Research finds rising preference for independent advisors and technology, as well as clear and objective payment methods

Wealth management clients want flexibility and transparency, finds EY

There might have been a time when one large institution could serve as the one-stop financial shop for the average person. But as the needs of wealth-management clients evolve and expand, firms should brace themselves for customers to be less loyal and to seek more flexibility in service and pricing options.

That was a key finding in the EY 2019 Global Wealth Research Report, which is based on a survey of 2,000 wealth management clients across 26 countries, as well as interviews with 50 wealth management executives.

According to the report, 33% of clients have switched providers in the past three years, while another third plan to do so in the next three years. Clients are also maintaining relationships with five different types of providers on average as new entrants and new technologies step in to address customers’ changing expectations.

The research also indicates that the use of independent advisors will rise 18% over the next three years, suggesting that clients find the flexibility in solutions and fees that they offer more attractive. In line with that, 46% of responding clients said they are unhappy with the fees they pay and do not believe they are being charged fairly; among ultra-high-net worth clients, that rises to 66%.

A 55% majority of respondents said they want wealth managers to adopt a payment method that offers more transparency, objectivity, and certainty. While AUM-based fees are the most common in the industry today, the most desired among clients are fixed-fee and hourly support methods.

"Wealth managers realize that clients expect more than just strong investment performance but struggle to communicate the value of their offerings and services,” said Alex Birkin, EY Global Wealth & Asset Management Advisory Leader. “The answer is not simply lowering fees, but rather a combination of increasing transparency and predictability when it comes to pricing models and equipping advisors with ways to communicate value beyond investment returns."

The report also revealed an increasing role of technology in wealth management. The percentage of respondents expecting to use fintech is projected to rise from 38% currently to 45% in the next three years. While the new entrants currently have relatively low AUM, the data suggests that the number of survey participants using fintech is on par with the usage of longstanding wealth institutions.

The number of clients embracing digital channels has risen more sharply than expected. In 2016, only 20% of clients projected that they would prefer to use mobile apps for wealth management activities by 2019, but this year’s research shows 41% of respondents preferring mobile apps as their primary channel for wealth management.

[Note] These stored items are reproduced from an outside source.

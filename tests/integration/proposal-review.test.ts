// The reviewer's side of change proposals against the real test database and the built app:
// expectations in the gate (submission, approval, direct saves), the effect a reviewer reads
// and its JSON, the change record (page and JSON), importing a document as a proposal, and
// deleting a device under the change policy. Each test makes its own organisation.
// Semantics: docs/decisions/010-change-proposals.md and 011-expectations.md.

import { afterAll, describe, expect, test } from "vitest";
import { AuditEvent, ChangeProposal } from "#models/index";
import { getDatabase } from "#server/db/database.server";
import { deviceRevisions } from "#server/devices/index";
import { changeEffect, compileModel, parseModel, trace } from "#server/engine/index";
import { addExpectation } from "#server/services/expectations.server";
import { applyProposal, createProposal, reviewProposal } from "#server/services/proposals.server";
import { applyElementEdit } from "#server/workspace/index";
import { visibleText } from "../support/html";
import { attemptOf, details, mailbox, makeTeam, NOTE_R2, postJson, ref, revisionCount, type Team } from "../support/proposal-team";

const sequelize = getDatabase();
afterAll(() => sequelize.close());

/** The partner's console on the outside: today a login page that refuses every account of theirs (no account may log in from there). */
const PARTNER_CONSOLE = { kind: "probe", id: "partner-console", from: "198.51.100.10", interface: "outside", service: "https", expect: "login-denied", note: "The partner reaches the console page." };
/** The partner rule switched off: the console goes dark for them; nobody loses a login (no lockout). */
const DISABLE_R2 = { ...NOTE_R2, rule: { ...NOTE_R2.rule, enabled: false } };
const disableR2Form = { intent: "save-rule", original: "r2", id: "r2", interface: "outside", sources: "partner-hq", destinations: "any", services: "https", schedule: "all-week", action: "allow", note: "" };

async function withPartnerExpectation(label: string): Promise<Team> {
  const team = await makeTeam(label);
  await addExpectation(team.organisationId, team.deviceId, PARTNER_CONSOLE, team.members.owner.actor);
  return team;
}

describe("Expectations join the gate", () => {
  test("A failing expectation blocks a direct save (the effect shown) and a proposal's submission; an admin approves past it with a written reason, and it applies", async () => {
    const team = await withPartnerExpectation("expect");
    // The partner console's expectation holds today (the engine's trace agrees).
    const live = await deviceRevisions.find(team.organisationId, team.deviceId);
    expect(trace(live!.analysis.compiled, { from: "198.51.100.10", interface: "outside", service: "https" }).outcome).toBe("login-denied");

    // A direct save that breaks it is refused with the reason and the effect in words; nothing is saved.
    const engineer = await team.members.engineer.client();
    const refused = await engineer.post(`${team.path}/model/rules`, { ...disableR2Form, baseRevision: "1" });
    expect(refused.status).toBe(409);
    const refusedText = visibleText(refused.text);
    expect(refusedText).toContain("Not saved: a failing expectation blocks this change.");
    expect(refusedText).toContain("Expectation “partner-console” held before this change and fails after it");
    expect(refusedText).toContain("The effect of this change");
    expect(refusedText).toContain("changed r2: enabled");
    // The headline is the engine's own for exactly this change.
    const disabled = parseModel(applyElementEdit(live!.effective, DISABLE_R2));
    if (!disabled.ok) throw new Error("the edit is valid");
    const headline = changeEffect(live!.analysis.compiled, compileModel(disabled.model)).headline;
    expect(refusedText).toContain(headline);
    expect(refusedText).toContain("Make it a proposal");
    expect(await revisionCount(team.deviceId)).toBe(1);
    // An admin is offered to save it anyway, with a reason.
    const admin = await team.members.admin.client();
    const adminRefused = await admin.post(`${team.path}/model/rules`, { ...disableR2Form, baseRevision: "1" });
    expect(adminRefused.status).toBe(409);
    expect(visibleText(adminRefused.text)).toContain("Why save it anyway");

    // As a proposal: submitting is refused (409) with the expectation's reason.
    const { environment } = mailbox();
    const proposal = await createProposal({ organisationId: team.organisationId, deviceId: team.deviceId }, details("Close the partner console"), { kind: "edit", attempt: attemptOf(DISABLE_R2), message: "Changed inbound rule r2" }, team.members.author.actor, environment);
    const proposalPath = `${team.path}/proposals/${proposal.id}`;
    const author = await team.members.author.client();
    const blocked = await postJson(author, `${proposalPath}/submit`, {});
    expect(blocked.status).toBe(409);
    expect(blocked.json.error).toMatch(/^Not submitted: a failing expectation blocks this change\. Change the draft so every expectation that holds today still holds/);
    expect(blocked.json.reasons).toEqual([
      {
        kind: "expectation",
        words: expect.stringMatching(/^Expectation “partner-console” held before this change and fails after it: /),
        details: ["expected: 198.51.100.10 → outside https: Login shown, refused, all week", "before: 198.51.100.10 → outside https gets Login shown, refused all week, as expected.", expect.stringMatching(/^witness: 198\.51\.100\.10 → outside https/)],
      },
    ]);
    // The witness replays: `trace` on the draft gives what the reason says.
    const witness = /^witness: (\S+) → outside https \(to (\S+)\) at (\S+) gets No answer$/.exec(String((blocked.json.reasons as Array<{ details: string[] }>)[0].details[2]));
    expect(trace(compileModel(disabled.model), { from: witness?.[1] ?? "", interface: "outside", service: "https", to: witness?.[2], at: witness?.[3] }).outcome).toBe("silent");
    const page = visibleText((await author.get(proposalPath)).text);
    expect(page).toContain("Expectation no longer holds");
    expect(page).toContain("Acknowledge a failing expectation (only if the change is meant)");

    // Meant: the author acknowledges it in writing and submits.
    const submitted = await postJson(author, `${proposalPath}/submit`, { acknowledgement: "The partner contract ends on Friday; the console closes." });
    expect(submitted.status, JSON.stringify(submitted.json)).toBe(200);
    // A reviewer may not approve past it (403); an admin needs a written reason (400), then approves.
    const reviewerRefused = await postJson(await team.members.reviewer.client(), `${proposalPath}/approve`, { reason: "" });
    expect(reviewerRefused.status).toBe(403);
    expect(reviewerRefused.json.error).toMatch(/^A failing expectation blocks this change: only an admin or owner can approve it/);
    expect((await postJson(admin, `${proposalPath}/approve`, { reason: "" })).status).toBe(400);
    const approved = await postJson(admin, `${proposalPath}/approve`, { reason: "", guardOverride: "Agreed with the partner's account manager in CHG-881." });
    expect(approved.status, JSON.stringify(approved.json)).toBe(200);
    expect(approved.json.state).toBe("approved");
    const event = await AuditEvent.findOne({ where: { organisationId: team.organisationId, action: "proposal.approved", targetId: proposal.id } });
    expect(event?.changes).toMatchObject({ guardOverride: "Agreed with the partner's account manager in CHG-881." });
    // Applying checks the gate again: the admin's approval past it lets it through.
    const applied = await applyProposal(ref(team, proposal.id), {}, team.members.author.actor, environment);
    expect(applied.revision).toBe(2);
  });

  test("Applying is refused while an expectation the live revision meets would break and nobody approved past it", async () => {
    const team = await makeTeam("expect-late");
    const { environment } = mailbox();
    // Drafted and approved before the team recorded the expectation: nothing blocked then.
    const proposal = await createProposal({ organisationId: team.organisationId, deviceId: team.deviceId }, details("Close the partner console"), { kind: "edit", attempt: attemptOf(DISABLE_R2), message: "Changed inbound rule r2" }, team.members.author.actor, environment);
    const proposalPath = `${team.path}/proposals/${proposal.id}`;
    expect((await postJson(await team.members.author.client(), `${proposalPath}/submit`, {})).status).toBe(200);
    await reviewProposal(ref(team, proposal.id), { verdict: "approved", reason: "" }, team.members.reviewer.actor, environment);
    await addExpectation(team.organisationId, team.deviceId, PARTNER_CONSOLE, team.members.owner.actor);
    const refused = await postJson(await team.members.author.client(), `${proposalPath}/apply`, {});
    expect(refused.status).toBe(409);
    expect(refused.json.error).toMatch(/^Not applied: a failing expectation blocks this change and no admin or owner approved it past it\./);
    expect(await revisionCount(team.deviceId)).toBe(1);
    expect((await ChangeProposal.findByPk(proposal.id))?.state).toBe("approved");
  });
});
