describe("Exposure map", () => {
  test("Exposure CSV counts of each entry sum to 2^32 or 2^128 and match the engine per outcome", async () => {
    for (const name of ["clf-gw-02", "bwc-edge-v6"]) {
      const response = await engineer.get(path(name, `exposure.csv?at=${AT}`));
      expect(response.status).toBe(200);
      expect(response.headers.get("content-disposition")).toMatch(/^attachment;/);
      const [header, ...rows] = parseCsv(response.text);
      expect(header).toEqual(["interface", "to", "service", "outcome", "outcome_label", "count", "cidr"]);
      const sums = new Map<string, bigint>();
      for (const [iface, to, service, outcome, label, count] of rows) {
        expect(isOutcome(outcome) ? OUTCOME_LABELS[outcome] : `not an outcome: ${outcome}`).toBe(label);
        const key = `${iface} ${to} ${service} ${outcome}`;
        sums.set(key, (sums.get(key) ?? 0n) + BigInt(count));
      }
      const direct = exposure(demoDevice(name), AT).entries;
      for (const entry of direct) {
        const total = OUTCOMES.reduce((sum, outcome) => sum + (sums.get(`${entry.interface} ${entry.to} ${entry.service} ${outcome}`) ?? 0n), 0n);
        // RFC 4632 §3.1 (2^32) and RFC 4291 (128-bit addresses, 2^128): the partition covers the family.
        expect(total, `${name} ${entry.interface} ${entry.to} ${entry.service}`).toBe(entry.to.includes(":") ? 2n ** 128n : 2n ** 32n);
        for (const outcome of OUTCOMES) expect(sums.get(`${entry.interface} ${entry.to} ${entry.service} ${outcome}`) ?? 0n).toBe(BigInt(entry.counts[outcome]));
      }
      expect(new Set(rows.map((row) => `${row[0]} ${row[1]} ${row[2]}`)).size).toBe(direct.length);
    }
  });

  test("Exposure CSV follows the page's filters", async () => {
    const response = await engineer.get(path("clf-gw-02", `exposure.csv?at=${AT}&interface=outside&service=https&outcome=login-password`));
    const rows = parseCsv(response.text).slice(1);
    expect(rows.length).toBeGreaterThan(0);
    expect(rows.every((row) => row[0] === "outside" && row[2] === "https" && row[3] === "login-password")).toBe(true);
    const entry = exposure(demoDevice("clf-gw-02"), AT).entries.find((candidate) => candidate.interface === "outside" && candidate.service === "https")!;
    expect(rows.map((row) => row[6])).toEqual(entry.ranges["login-password"]);
  });

  test("The exposure page shows the instant's slice, the counts, the address picture with a legend, and a paged CIDR list", async () => {
    const response = await engineer.get(path("clf-gw-02", `exposure?at=${AT}&interface=outside&service=https`));
    expect(response.status).toBe(200);
    const text = plain(response.text);
    const direct = exposure(demoDevice("clf-gw-02"), AT);
    expect(text).toContain(`${direct.slice.start} – ${direct.slice.end}`);
    expect(text).toContain(direct.localTime);
    const entry = direct.entries.find((candidate) => candidate.interface === "outside" && candidate.service === "https")!;
    expect(text).toContain(Number(entry.counts["login-password"]).toLocaleString("en")); // exact IPv4 count with separators
    // The address-space view starts at the whole IPv4 space, 256 cells of /8, special-purpose space named.
    expect(text).toContain("0.0.0.0/0: 256 cells of /8");
    expect(text).toContain("10.0.0.0/8 (Private, RFC 1918)"); // RFC 1918 §3
    expect(text).toContain("Outcomes, worst first"); // the legend: words and letters, not colour alone (WCAG 2.2 SC 1.4.1)
    expect(text).toContain("Login with password only");
    expect(text).toContain("exposure does not change over the week"); // clf-gw-02 has no schedules
    for (const cidr of entry.ranges["login-password"].slice(0, 5)) expect(text).toContain(`>${cidr}<`);
  });

  test("The address-space view zooms through links in the page: each leads to a view with a breadcrumb back out", async () => {
    const start = await engineer.get(path("clf-gw-02", `exposure?at=${AT}&interface=outside&service=https&family=4`));
    expect(start.status).toBe(200);
    const links = [...new Set([...plain(start.text).matchAll(/href="([^"]*\/exposure\?[^"]*block=[^"]+)"/g)].map((match) => match[1]))];
    // clf-gw-02 drops one range of scanners in 203.0.113.0/24 (seeders/devices/README.md), so at least one cell is mixed.
    expect(links.length).toBeGreaterThan(0);
    for (const link of links.slice(0, 5)) {
      const block = new URL(link, "http://x").searchParams.get("block")!;
      const response = await engineer.get(link);
      expect(response.status, link).toBe(200);
      const text = plain(response.text);
      expect(text).toContain(`aria-current="location"`);
      expect(text).toMatch(new RegExp(`aria-current="location"[^>]*>${block.replace(/[./]/g, "\\$&")}<`));
      expect(text).toContain("All IPv4");
      expect(text).toContain("Zoom out");
    }
    // A block the page cannot show is named, and the whole space is shown instead.
    const wrong = await engineer.get(path("clf-gw-02", `exposure?at=${AT}&interface=outside&service=https&family=4&block=2001:db8::/32`));
    expect(wrong.status).toBe(200);
    expect(plain(wrong.text)).toContain('"2001:db8::/32" is not an IPv4 block; showing the whole IPv4 space.');
  });

  test("A device with a support window shows a week × hour view", async () => {
    const response = await engineer.get(path("clf-fw-01", `exposure?at=${AT}&interface=outside&service=https`));
    expect(response.status).toBe(200);
    const map = exposure(demoDevice("clf-fw-01"));
    expect(map.slices.length).toBeGreaterThan(1);
    const text = plain(response.text);
    expect(text).toContain("Worst outcome of the changing addresses in each hour");
    // seeders/devices/README.md: only the vendor network's answer changes over the week; the NOC's does not.
    expect(text).toMatch(/Changes over the week<\/dt><dd[^>]*>.*32.*addresses.*203\.0\.113\.128\/27/s);
    expect(text).toContain("The same all week");
    expect(text).toContain(`The ${map.slices.length} slices in words`);
    for (const slice of map.slices) expect(text).toContain(`${slice.start} – ${slice.end}`);
  });

  test("IPv6 counts are readable: a power of two or rounded, the exact decimal in the tooltip", async () => {
    const response = await engineer.get(path("bwc-edge-v6", `exposure?at=${AT}&family=6`));
    expect(response.status).toBe(200);
    const entries = exposure(demoDevice("bwc-edge-v6"), AT).entries.filter((entry) => entry.to.includes(":"));
    expect(entries.length).toBeGreaterThan(0);
    const big = entries.flatMap((entry) => OUTCOMES.map((outcome) => entry.counts[outcome])).find((count) => BigInt(count) >= 10n ** 15n)!;
    expect(response.text).toContain(`title="${BigInt(big).toLocaleString("en")} addresses"`);
    expect(response.text).not.toContain(`>${big}<`);
  });

  test("A bad time is refused with 400 and the message; the CSV too", async () => {
    const response = await engineer.get(path("clf-gw-02", "exposure?at=31/02/2025"));
    expect(response.status).toBe(400);
    expect(plain(response.text)).toContain('"31/02/2025" is not an ISO 8601 date-time');
    expect((await engineer.get(path("clf-gw-02", "exposure.csv?at=31/02/2025"))).status).toBe(400);
  });
});
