import { afterAll, describe, expect, test } from "vitest";
import { createDatabase } from "#server/db/database.server";
import { User } from "#models/index";
import { signUpNewOrganisation } from "../support/client";
import { ownerConnection } from "../support/database";

const sequelize = createDatabase(process.env.DATABASE_URL!);
afterAll(() => sequelize.close());

describe("Passwords at rest", () => {
  // OWASP Password Storage Cheat Sheet: argon2id, m = 19456 KiB, t = 2, p = 1.
  test("A new user's password is stored as an argon2id hash with the OWASP parameters", async () => {
    const { email } = await signUpNewOrganisation("hash");
    const user = await User.findOne({ where: { email } });
    expect(user?.passwordHash).toMatch(/^\$argon2id\$v=19\$m=19456,t=2,p=1\$/);
    expect(user?.passwordHash).not.toContain("quiet harbour");
  });

  test("The audit log refuses updates and deletes", async () => {
    // The runtime role may not even try (docs/decisions/013)…
    await expect(sequelize.query("UPDATE audit_events SET action = 'tampered'")).rejects.toThrow(/permission denied/);
    await expect(sequelize.query("DELETE FROM audit_events")).rejects.toThrow(/permission denied/);
    // …and the owner role, which may, meets the table's trigger.
    const owner = ownerConnection();
    try {
      await expect(owner.query("UPDATE audit_events SET action = 'tampered'")).rejects.toThrow(/append-only/);
      await expect(owner.query("DELETE FROM audit_events")).rejects.toThrow(/append-only/);
    } finally {
      await owner.close();
    }
  });
});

Focusing on emerging technology, the survey found that 1.4% of clients prefer digital and voice-enabled assistants as a primary channel today, with another 9% saying they would prefer the channel in the near future — a number that may underestimate the reality a few years down the line, just as 2016 saw mobile app growth potential being underestimated in 2016.

But in spite of the considerable demand for digital solutions, human interaction still proved to be important. A quarter of respondents said they prefer to engage primarily face to face or through phone calls, and 42% prefer such methods when they receive financial advice.

“As wealth managers prioritize their digital investments across multiple channels, they need to consider how client engagement may evolve in the coming years,” said Nalika Nanayakkara, EY Americas Wealth & Asset Management Advisory Lead. “This may mean reallocating budgets from websites to voice-enabled sooner rather than later, and capitalizing on hybrid models, where clients have access to both digital tools and human interaction.”